**YOUR TASK**
Go through the material below and copy each line exactly.

**INFORMATION**

======

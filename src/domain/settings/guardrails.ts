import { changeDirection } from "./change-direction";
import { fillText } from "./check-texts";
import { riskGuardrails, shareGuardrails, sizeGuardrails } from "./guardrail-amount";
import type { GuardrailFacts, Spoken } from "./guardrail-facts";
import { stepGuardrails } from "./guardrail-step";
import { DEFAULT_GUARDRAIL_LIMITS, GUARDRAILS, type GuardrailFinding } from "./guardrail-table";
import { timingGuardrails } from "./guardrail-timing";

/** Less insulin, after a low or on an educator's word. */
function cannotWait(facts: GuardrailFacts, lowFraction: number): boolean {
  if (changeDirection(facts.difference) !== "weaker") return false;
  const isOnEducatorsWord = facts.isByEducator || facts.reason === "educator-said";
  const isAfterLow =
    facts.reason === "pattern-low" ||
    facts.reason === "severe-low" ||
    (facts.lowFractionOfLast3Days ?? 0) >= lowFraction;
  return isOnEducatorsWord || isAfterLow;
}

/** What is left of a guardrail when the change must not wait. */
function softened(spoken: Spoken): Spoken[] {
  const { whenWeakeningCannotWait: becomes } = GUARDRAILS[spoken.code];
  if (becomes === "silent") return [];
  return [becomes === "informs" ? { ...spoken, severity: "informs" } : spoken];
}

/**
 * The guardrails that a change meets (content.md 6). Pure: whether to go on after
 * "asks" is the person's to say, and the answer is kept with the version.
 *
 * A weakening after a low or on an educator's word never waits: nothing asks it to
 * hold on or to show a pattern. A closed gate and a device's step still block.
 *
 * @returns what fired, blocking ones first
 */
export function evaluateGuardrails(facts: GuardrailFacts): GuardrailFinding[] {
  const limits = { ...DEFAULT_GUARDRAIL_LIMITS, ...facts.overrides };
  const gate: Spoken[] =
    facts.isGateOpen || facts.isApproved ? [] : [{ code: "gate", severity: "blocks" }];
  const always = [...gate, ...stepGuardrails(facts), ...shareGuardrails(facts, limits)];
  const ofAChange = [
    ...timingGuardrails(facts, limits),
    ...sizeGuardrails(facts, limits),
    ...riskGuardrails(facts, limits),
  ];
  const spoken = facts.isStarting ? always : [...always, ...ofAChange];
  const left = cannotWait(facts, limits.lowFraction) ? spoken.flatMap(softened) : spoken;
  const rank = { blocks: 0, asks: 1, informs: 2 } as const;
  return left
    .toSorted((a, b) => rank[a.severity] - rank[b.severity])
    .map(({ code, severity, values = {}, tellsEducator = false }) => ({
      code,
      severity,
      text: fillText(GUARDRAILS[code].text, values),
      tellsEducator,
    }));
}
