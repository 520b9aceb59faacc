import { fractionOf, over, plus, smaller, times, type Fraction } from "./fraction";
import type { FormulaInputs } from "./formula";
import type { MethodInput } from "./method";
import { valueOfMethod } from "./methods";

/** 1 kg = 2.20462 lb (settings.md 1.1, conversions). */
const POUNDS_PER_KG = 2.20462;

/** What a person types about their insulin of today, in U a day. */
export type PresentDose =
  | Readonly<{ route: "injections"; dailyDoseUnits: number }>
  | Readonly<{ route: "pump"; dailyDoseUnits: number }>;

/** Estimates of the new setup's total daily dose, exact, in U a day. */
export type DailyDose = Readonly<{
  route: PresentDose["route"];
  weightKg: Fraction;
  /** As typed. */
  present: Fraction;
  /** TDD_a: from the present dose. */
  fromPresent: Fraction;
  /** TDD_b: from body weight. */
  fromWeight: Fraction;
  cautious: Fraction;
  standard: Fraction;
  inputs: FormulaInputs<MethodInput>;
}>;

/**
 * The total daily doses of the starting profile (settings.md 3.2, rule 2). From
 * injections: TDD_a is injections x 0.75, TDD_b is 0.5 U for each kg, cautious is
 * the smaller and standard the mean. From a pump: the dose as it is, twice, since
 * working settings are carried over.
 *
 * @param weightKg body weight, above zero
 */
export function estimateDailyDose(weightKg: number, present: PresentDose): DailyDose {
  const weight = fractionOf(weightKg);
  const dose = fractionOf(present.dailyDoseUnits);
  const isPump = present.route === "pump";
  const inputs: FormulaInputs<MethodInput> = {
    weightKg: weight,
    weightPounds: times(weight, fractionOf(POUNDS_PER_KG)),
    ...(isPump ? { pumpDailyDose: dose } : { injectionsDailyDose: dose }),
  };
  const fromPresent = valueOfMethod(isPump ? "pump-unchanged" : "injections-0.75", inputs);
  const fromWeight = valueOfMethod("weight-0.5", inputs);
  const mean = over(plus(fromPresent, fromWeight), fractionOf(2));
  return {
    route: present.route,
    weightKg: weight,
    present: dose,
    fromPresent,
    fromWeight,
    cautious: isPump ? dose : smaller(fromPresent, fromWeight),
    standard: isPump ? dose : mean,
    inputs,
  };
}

======

**SOLVED EXERCISE**
filename src/domain/settings/guardrails.ts
import { changeDirection } from "./change-direction";
import { fillText } from "./check-texts";
import { riskGuardrails, shareGuardrails, sizeGuardrails } from "./guardrail-amount";
import type { GuardrailFacts, Spoken } from "./guardrail-facts";
import { stepGuardrails } from "./guardrail-step";
import { DEFAULT_GUARDRAIL_LIMITS, GUARDRAILS, type GuardrailFinding } from "./guardrail-table";
import { timingGuardrails } from "./guardrail-timing";

/** Less insulin, after a low or on an educator's word. */
function cannotWait(facts: GuardrailFacts, lowFraction: number): boolean {
  if (changeDirection(facts.difference) !== "weaker") return false;
  const isOnEducatorsWord = facts.isByEducator || facts.reason === "educator-said";
  const isAfterLow =
    facts.reason === "pattern-low" ||
    facts.reason === "severe-low" ||
    (facts.lowFractionOfLast3Days ?? 0) >= lowFraction;
  return isOnEducatorsWord || isAfterLow;
}

/** What is left of a guardrail when the change must not wait. */
function softened(spoken: Spoken): Spoken[] {
  const { whenWeakeningCannotWait: becomes } = GUARDRAILS[spoken.code];
  if (becomes === "silent") return [];
  return [becomes === "informs" ? { ...spoken, severity: "informs" } : spoken];
}

/**
 * The guardrails that a change meets (content.md 6). Pure: whether to go on after
 * "asks" is the person's to say, and the answer is kept with the version.
 *
 * A weakening after a low or on an educator's word never waits: nothing asks it to
 * hold on or to show a pattern. A closed gate and a device's step still block.
 *
 * @returns what fired, blocking ones first
 */
export function evaluateGuardrails(facts: GuardrailFacts): GuardrailFinding[] {
  const limits = { ...DEFAULT_GUARDRAIL_LIMITS, ...facts.overrides };
  const gate: Spoken[] =
    facts.isGateOpen || facts.isApproved ? [] : [{ code: "gate", severity: "blocks" }];
  const always = [...gate, ...stepGuardrails(facts), ...shareGuardrails(facts, limits)];
  const ofAChange = [
    ...timingGuardrails(facts, limits),
    ...sizeGuardrails(facts, limits),
    ...riskGuardrails(facts, limits),
  ];
  const spoken = facts.isStarting ? always : [...always, ...ofAChange];
  const left = cannotWait(facts, limits.lowFraction) ? spoken.flatMap(softened) : spoken;
  const rank = { blocks: 0, asks: 1, informs: 2 } as const;
  return left
    .toSorted((a, b) => rank[a.severity] - rank[b.severity])
    .map(({ code, severity, values = {}, tellsEducator = false }) => ({
      code,
      severity,
      text: fillText(GUARDRAILS[code].text, values),
      tellsEducator,
    }));
}
repository 520b9aceb59faacc
import { fractionOf, over, plus, smaller, times, type Fraction } from "./fraction";
import type { FormulaInputs } from "./formula";
import type { MethodInput } from "./method";
import { valueOfMethod } from "./methods";

/** 1 kg = 2.20462 lb (settings.md 1.1, conversions). */
const POUNDS_PER_KG = 2.20462;

/** What a person types about their insulin of today, in U a day. */
export type PresentDose =
  | Readonly<{ route: "injections"; dailyDoseUnits: number }>
  | Readonly<{ route: "pump"; dailyDoseUnits: number }>;

/** Estimates of the new setup's total daily dose, exact, in U a day. */
export type DailyDose = Readonly<{
  route: PresentDose["route"];
  weightKg: Fraction;
  /** As typed. */
  present: Fraction;
  /** TDD_a: from the present dose. */
  fromPresent: Fraction;
  /** TDD_b: from body weight. */
  fromWeight: Fraction;
  cautious: Fraction;
  standard: Fraction;
  inputs: FormulaInputs<MethodInput>;
}>;

/**
 * The total daily doses of the starting profile (settings.md 3.2, rule 2). From
 * injections: TDD_a is injections x 0.75, TDD_b is 0.5 U for each kg, cautious is
 * the smaller and standard the mean. From a pump: the dose as it is, twice, since
 * working settings are carried over.
 *
 * @param weightKg body weight, above zero
 */
export function estimateDailyDose(weightKg: number, present: PresentDose): DailyDose {
  const weight = fractionOf(weightKg);
  const dose = fractionOf(present.dailyDoseUnits);
  const isPump = present.route === "pump";
  const inputs: FormulaInputs<MethodInput> = {
    weightKg: weight,
    weightPounds: times(weight, fractionOf(POUNDS_PER_KG)),
    ...(isPump ? { pumpDailyDose: dose } : { injectionsDailyDose: dose }),
  };
  const fromPresent = valueOfMethod(isPump ? "pump-unchanged" : "injections-0.75", inputs);
  const fromWeight = valueOfMethod("weight-0.5", inputs);
  const mean = over(plus(fromPresent, fromWeight), fractionOf(2));
  return {
    route: present.route,
    weightKg: weight,
    present: dose,
    fromPresent,
    fromWeight,
    cautious: isPump ? dose : smaller(fromPresent, fromWeight),
    standard: isPump ? dose : mean,
    inputs,
  };
}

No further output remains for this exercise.